Strange encoding of a pdf stream

209 Views Asked by At

I'm studying the internal structure of pdf, so i created a file in libreoffice writer, writing only the string "Hello world" and exported it to pdf. So I uncompressed it with: pdftk hello_world.pdf output hello_world_unc.pdf uncompress and opened it with a text editor.

Analyzing the stream I get something strange like this: [<01>5<02>-6<03>2<03>2<040506>-2 <040703>2<08>]TJ which should represent "Hello world" as an array of hexadecimal strings (in the angle brackets), and integers to specify the spacing.

I state that the file contains only this string, created precisely for educational purposes.

The problem is that they don't look like hexadecimal characters to me as they should be. That is, surely the "H" is not represented with 01. I was expecting something like this: (Hello world) Tj.

Can anyone help me understand? Thanks in advance

2

There are 2 best solutions below

0
the busybee On BEST ANSWER

These numbers are just indexes into the character map.

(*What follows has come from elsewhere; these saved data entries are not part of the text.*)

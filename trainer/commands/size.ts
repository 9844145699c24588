/** `stillwell size`: what a fit will take, before anything runs. */
import { Command } from 'commander';
import { TrainError } from '../errors.ts';
import { hasSimd } from '../kernels/load.ts';
import { several, share, wholeNumber } from '../option-values.ts';
import { FIT_DEFAULTS } from '../pipeline.ts';
import { readSite } from '../site-file.ts';
import { condenseSize, readFrames } from '../sizing/frames-size.ts';
import { historyExtent } from '../sizing/history-extent.ts';
import { predictFit } from '../sizing/predict-fit.ts';
import { probeSeconds } from '../sizing/probe.ts';
import { fitText, framesText, kernelText } from '../sizing/size-text.ts';
import { timeSpan } from '../time-option.ts';

interface SizeOptions {
  readonly site?: string;
  readonly history?: string[];
  readonly frames?: string;
  readonly window?: number;
  readonly timeZone?: string;
  readonly from?: string;
  readonly until?: string;
  readonly learnShare: number;
  readonly maxBytes: number;
  readonly json: boolean;
}

/** The command, to be joined to the program. */
export function sizeCommand(): Command {
  return new Command('size')
    .description(
      'Says what a fit will take, before anything runs: ticks, memory, time, bundle; no history is read through.',
    )
    .option('--site <file>', 'site file')
    .option('--history <files...>', 'files, folders and patterns, as for fit', several)
    .option('--frames <shape>', 'wide observations: count/length/window, or a .npy or Parquet file')
    .option('--window <frames>', 'with a file: frames in a window, 1 when absent', wholeNumber(1))
    .option('--time-zone <zone>', "zone of history times that carry none; the site's otherwise")
    .option('--from <time>', 'leave out readings before this time')
    .option('--until <time>', 'leave out readings from this time on')
    .option('--learn-share <share>', 'share of the history to learn from', share, FIT_DEFAULTS.learnShare)
    .option('--max-bytes <bytes>', 'largest bundle document', wholeNumber(2048, 65_536), FIT_DEFAULTS.maxBytes)
    .option('--json', 'the same as JSON', false)
    .addHelpText(
      'after',
      '\nExamples:\n  stillwell size --site site.yaml --history logs/2023.csv logs/2024.csv\n' +
        '  stillwell size --frames 90000/76800/50    an hour of a 320 x 240 camera at 25 frames a second',
    )
    .action(run);
}

async function run(options: SizeOptions): Promise<void> {
  const { site, history, frames } = options;
  if (frames === undefined && (site === undefined || history === undefined)) {
    throw new TrainError(
      'options',
      `size: expected --site and --history, or --frames, got ${site === undefined ? (history === undefined ? 'none of them' : '--history alone') : '--site alone'}; add --help for an example`,
    );
  }
  if ((site === undefined) !== (history === undefined))
    throw new TrainError('options', `size: expected --site and --history together, got one of them; give the other`);
  if (options.window !== undefined && frames === undefined)
    throw new TrainError('options', '--window: expected --frames beside it, got none; give the recording');
  const freeBytes = process.availableMemory();
  const isSimd = hasSimd();
  const fit = site === undefined || history === undefined ? null : await sizeFit(site, history, options);
  const wide = frames === undefined ? null : await readFrames(frames, options.window);
  const condense = wide === null ? null : await condenseSize(wide);
  if (options.json) {
    const all = {
      ...(fit === null ? {} : fit),
      ...(wide === null ? {} : { frames: wide, condense }),
      free_bytes: freeBytes,
      has_simd: isSimd,
    };
    process.stdout.write(`${JSON.stringify(all, null, 2)}\n`);
    return;
  }
  const parts = [
    ...(fit === null ? [] : [fitText(fit.site, fit.history, fit.fit, freeBytes)]),
    ...(wide === null || condense === null ? [] : [framesText(wide, condense, freeBytes)]),
    kernelText(isSimd),
  ];
  process.stdout.write(parts.join('\n'));
}

async function sizeFit(siteFile: string, paths: readonly string[], options: SizeOptions) {
  const site = readSite(siteFile);
  const span = timeSpan(options, site.timeZone);
  const history = await historyExtent(paths, site, options.timeZone ?? site.timeZone, span);
  if (history.ticks === 0)
    throw new TrainError(
      'history',
      'history: expected readings of the site in the time asked for, saw none at the beginning or end of any file; check --from, --until and the columns',
    );
  const probe = probeSeconds();
  const { learnShare, maxBytes } = options;
  return {
    site: site.site,
    history,
    fit: predictFit(site, history, { learnShare, maxBytes, probe }),
    probe_seconds: probe,
  };
}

Investigate the uncompressed PDF deeper. And you will find some lines like these:

<01> <0048>
<02> <0065>
<03> <006C>
<04> <006F>
<05> <0020>
<06> <0077>
<07> <0072>
<08> <0064>
0
johnwhitington On
  • kerning is in use, so a TJ array is being used instead of a Tj string. The numbers are kerns measured in 1/1000 of an em (from memory);

  • The <> strings are PDF hex strings, not ordinary PDF strings;

  • Look for a /ToUnicode map in the font. If this exists, it will help you with the mapping from PDF code points to sequences of unicode code points.